Problem details. Repeat back the listing below, word for word and in full.

Extracted records section start

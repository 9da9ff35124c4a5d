// The plain-words helpers of the owner's pages, notices and certificates, and the retry
// back-off of the notice batch.
import { describe, expect, test } from "vitest";
import { formatCertificateCode, formatLongDate, formatOwnerCode, normalizeReadableCode, serialTail } from "@/lib/data/notices-format";
import { MAX_NOTICE_ATTEMPTS, retryDelayMinutes } from "@/lib/data/notices-run";

describe("dates as owners read them", () => {
  test.each([
    ["2026-03-03", "3 March 2026"],
    ["2026-12-31", "31 December 2026"],
    ["2024-02-29", "29 February 2024"],
    ["2027-01-01", "1 January 2027"],
  ])("%s → %s (from the digits: no time zone can move it)", (iso, words) => {
    expect(formatLongDate(iso)).toBe(words);
  });

  test.each(["2026-13-01", "03/03/2026", "", "2026-3-3"])("%j is refused loudly", (bad) => {
    expect(() => formatLongDate(bad)).toThrow(/Not a calendar date/);
  });
});

describe("codes typed from paper", () => {
  test.each([
    { label: "as printed", input: "ABCD-EFGH-JKMN", length: 12, expected: "ABCDEFGHJKMN" },
    { label: "lower case with spaces", input: " abcd efgh jkmn ", length: 12, expected: "ABCDEFGHJKMN" },
    { label: "a letter code", input: "k7mqz-3xpa9", length: 10, expected: "K7MQZ3XPA9" },
    { label: "too short", input: "ABCD-EFGH", length: 12, expected: null },
    { label: "look-alikes never issued (O, 0, I, 1, L)", input: "ABCD-EFGH-JKM0", length: 12, expected: null },
    { label: "markup", input: "<script>", length: 8, expected: null },
    { label: "not a string", input: 42, length: 12, expected: null },
    { label: "very long", input: "A".repeat(500), length: 12, expected: null },
  ])("$label", ({ input, length, expected }) => {
    expect(normalizeReadableCode(input, length)).toBe(expected);
  });

  test("printed in groups", () => {
    expect(formatCertificateCode("ABCDEFGHJKMN")).toBe("ABCD-EFGH-JKMN");
    expect(formatOwnerCode("K7MQZ3XPA9")).toBe("K7MQZ-3XPA9");
  });

  test("the public page shows only the end of a serial", () => {
    expect(serialTail("TA123456")).toBe("…3456");
    expect(serialTail("AB1")).toBe("AB1");
    expect(serialTail("  ")).toBe("no serial recorded");
  });
});

describe("retry back-off of a refused batch [M: common practice for a mail service]", () => {
  test.each([
    [1, 15],
    [2, 60],
    [3, 240],
    [4, 720],
    [5, 1440],
    [7, 1440],
  ])("after attempt %i, wait %i minutes", (attempts, minutes) => {
    expect(retryDelayMinutes(attempts)).toBe(minutes);
  });

  test("the delays never shrink, and the attempts are bounded", () => {
    for (let n = 1; n < MAX_NOTICE_ATTEMPTS; n++) expect(retryDelayMinutes(n + 1)).toBeGreaterThanOrEqual(retryDelayMinutes(n));
    expect(MAX_NOTICE_ATTEMPTS).toBeGreaterThan(3);
  });
});
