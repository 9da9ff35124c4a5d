// Notice props for the template tests: every value present, with characters that need escaping.
import type { NoticeEmailProps } from "@/emails/notice-shared";

export function noticeProps(overrides: Partial<NoticeEmailProps> = {}): NoticeEmailProps {
  return {
    programName: "Thistlecombe Valley Water District",
    programPhone: "(555) 014-2200",
    programReplyTo: "backflow@thistlecombe-water.example",
    programAddress: "Cross-Connection Control, 40 Reservoir Row, Quillmere",
    recipientName: "Orla Quenby & Sons <Property> \"Care\" 'Ltd'",
    noticeDate: "2 December 2026",
    items: [
      {
        assembly: "Reduced pressure principle assembly (RP), Tallowmere TR-4, 1 in, serial TA123456",
        location: "kitchen branch line",
        site: "Hearthside Restaurant, 477 Mossgate Avenue, Quillmere",
        accountNumber: "LV100154",
        checkWord: "test",
        dueOn: "1 January 2027",
      },
    ],
    portalUrl: "http://127.0.0.1:3000/o/abcDEF123_-xyz?from=notice&x=1",
    isSignedLink: true,
    linkExpiresOn: "1 January 2027",
    testersUrl: "http://127.0.0.1:3000/testers",
    discontinueOn: "17 January 2027",
    ...overrides,
  };
}
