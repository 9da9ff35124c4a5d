// POST /api/tester/kits: adds a test kit (differential gauge) with its last accuracy check.
import { addKit, kitSchema } from "@/lib/data/tester-credentials";
import { apiRoute, jsonResponse } from "@/lib/http/route";

export const POST = apiRoute({ permission: "credentials.manage", body: kitSchema, maxBodyBytes: 8 * 1024 }, async ({ actor, body }) => jsonResponse(await addKit(actor, body), { status: 201 }));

Extracted records section end

Solution.
repository 9da9ff35124c4a5d
// The plain-words helpers of the owner's pages, notices and certificates, and the retry
// back-off of the notice batch.
import { describe, expect, test } from "vitest";
import { formatCertificateCode, formatLongDate, formatOwnerCode, normalizeReadableCode, serialTail } from "@/lib/data/notices-format";
import { MAX_NOTICE_ATTEMPTS, retryDelayMinutes } from "@/lib/data/notices-run";

describe("dates as owners read them", () => {
  test.each([
    ["2026-03-03", "3 March 2026"],
    ["2026-12-31", "31 December 2026"],
    ["2024-02-29", "29 February 2024"],
    ["2027-01-01", "1 January 2027"],
  ])("%s → %s (from the digits: no time zone can move it)", (iso, words) => {
    expect(formatLongDate(iso)).toBe(words);
  });

  test.each(["2026-13-01", "03/03/2026", "", "2026-3-3"])("%j is refused loudly", (bad) => {
    expect(() => formatLongDate(bad)).toThrow(/Not a calendar date/);
  });
});

describe("codes typed from paper", () => {
  test.each([
    { label: "as printed", input: "ABCD-EFGH-JKMN", length: 12, expected: "ABCDEFGHJKMN" },
    { label: "lower case with spaces", input: " abcd efgh jkmn ", length: 12, expected: "ABCDEFGHJKMN" },
    { label: "a letter code", input: "k7mqz-3xpa9", length: 10, expected: "K7MQZ3XPA9" },
    { label: "too short", input: "ABCD-EFGH", length: 12, expected: null },
    { label: "look-alikes never issued (O, 0, I, 1, L)", input: "ABCD-EFGH-JKM0", length: 12, expected: null },
    { label: "markup", input: "<script>", length: 8, expected: null },
    { label: "not a string", input: 42, length: 12, expected: null },
    { label: "very long", input: "A".repeat(500), length: 12, expected: null },
  ])("$label", ({ input, length, expected }) => {
    expect(normalizeReadableCode(input, length)).toBe(expected);
  });

  test("printed in groups", () => {
    expect(formatCertificateCode("ABCDEFGHJKMN")).toBe("ABCD-EFGH-JKMN");
    expect(formatOwnerCode("K7MQZ3XPA9")).toBe("K7MQZ-3XPA9");
  });

  test("the public page shows only the end of a serial", () => {
    expect(serialTail("TA123456")).toBe("…3456");
    expect(serialTail("AB1")).toBe("AB1");
    expect(serialTail("  ")).toBe("no serial recorded");
  });
});

describe("retry back-off of a refused batch [M: common practice for a mail service]", () => {
  test.each([
    [1, 15],
    [2, 60],
    [3, 240],
    [4, 720],
    [5, 1440],
    [7, 1440],
  ])("after attempt %i, wait %i minutes", (attempts, minutes) => {
    expect(retryDelayMinutes(attempts)).toBe(minutes);
  });

  test("the delays never shrink, and the attempts are bounded", () => {
    for (let n = 1; n < MAX_NOTICE_ATTEMPTS; n++) expect(retryDelayMinutes(n + 1)).toBeGreaterThanOrEqual(retryDelayMinutes(n));
    expect(MAX_NOTICE_ATTEMPTS).toBeGreaterThan(3);
  });
});
repository 9da9ff35124c4a5d
// Notice props for the template tests: every value present, with characters that need escaping.
import type { NoticeEmailProps } from "@/emails/notice-shared";

export function noticeProps(overrides: Partial<NoticeEmailProps> = {}): NoticeEmailProps {
  return {
    programName: "Thistlecombe Valley Water District",
    programPhone: "(555) 014-2200",
    programReplyTo: "backflow@thistlecombe-water.example",
    programAddress: "Cross-Connection Control, 40 Reservoir Row, Quillmere",
    recipientName: "Orla Quenby & Sons <Property> \"Care\" 'Ltd'",
    noticeDate: "2 December 2026",
    items: [
      {
        assembly: "Reduced pressure principle assembly (RP), Tallowmere TR-4, 1 in, serial TA123456",
        location: "kitchen branch line",
        site: "Hearthside Restaurant, 477 Mossgate Avenue, Quillmere",
        accountNumber: "LV100154",
        checkWord: "test",
        dueOn: "1 January 2027",
      },
    ],
    portalUrl: "http://127.0.0.1:3000/o/abcDEF123_-xyz?from=notice&x=1",
    isSignedLink: true,
    linkExpiresOn: "1 January 2027",
    testersUrl: "http://127.0.0.1:3000/testers",
    discontinueOn: "17 January 2027",
    ...overrides,
  };
}
repository 9da9ff35124c4a5d
// POST /api/tester/kits: adds a test kit (differential gauge) with its last accuracy check.
import { addKit, kitSchema } from "@/lib/data/tester-credentials";
import { apiRoute, jsonResponse } from "@/lib/http/route";

export const POST = apiRoute({ permission: "credentials.manage", body: kitSchema, maxBodyBytes: 8 * 1024 }, async ({ actor, body }) => jsonResponse(await addKit(actor, body), { status: 201 }));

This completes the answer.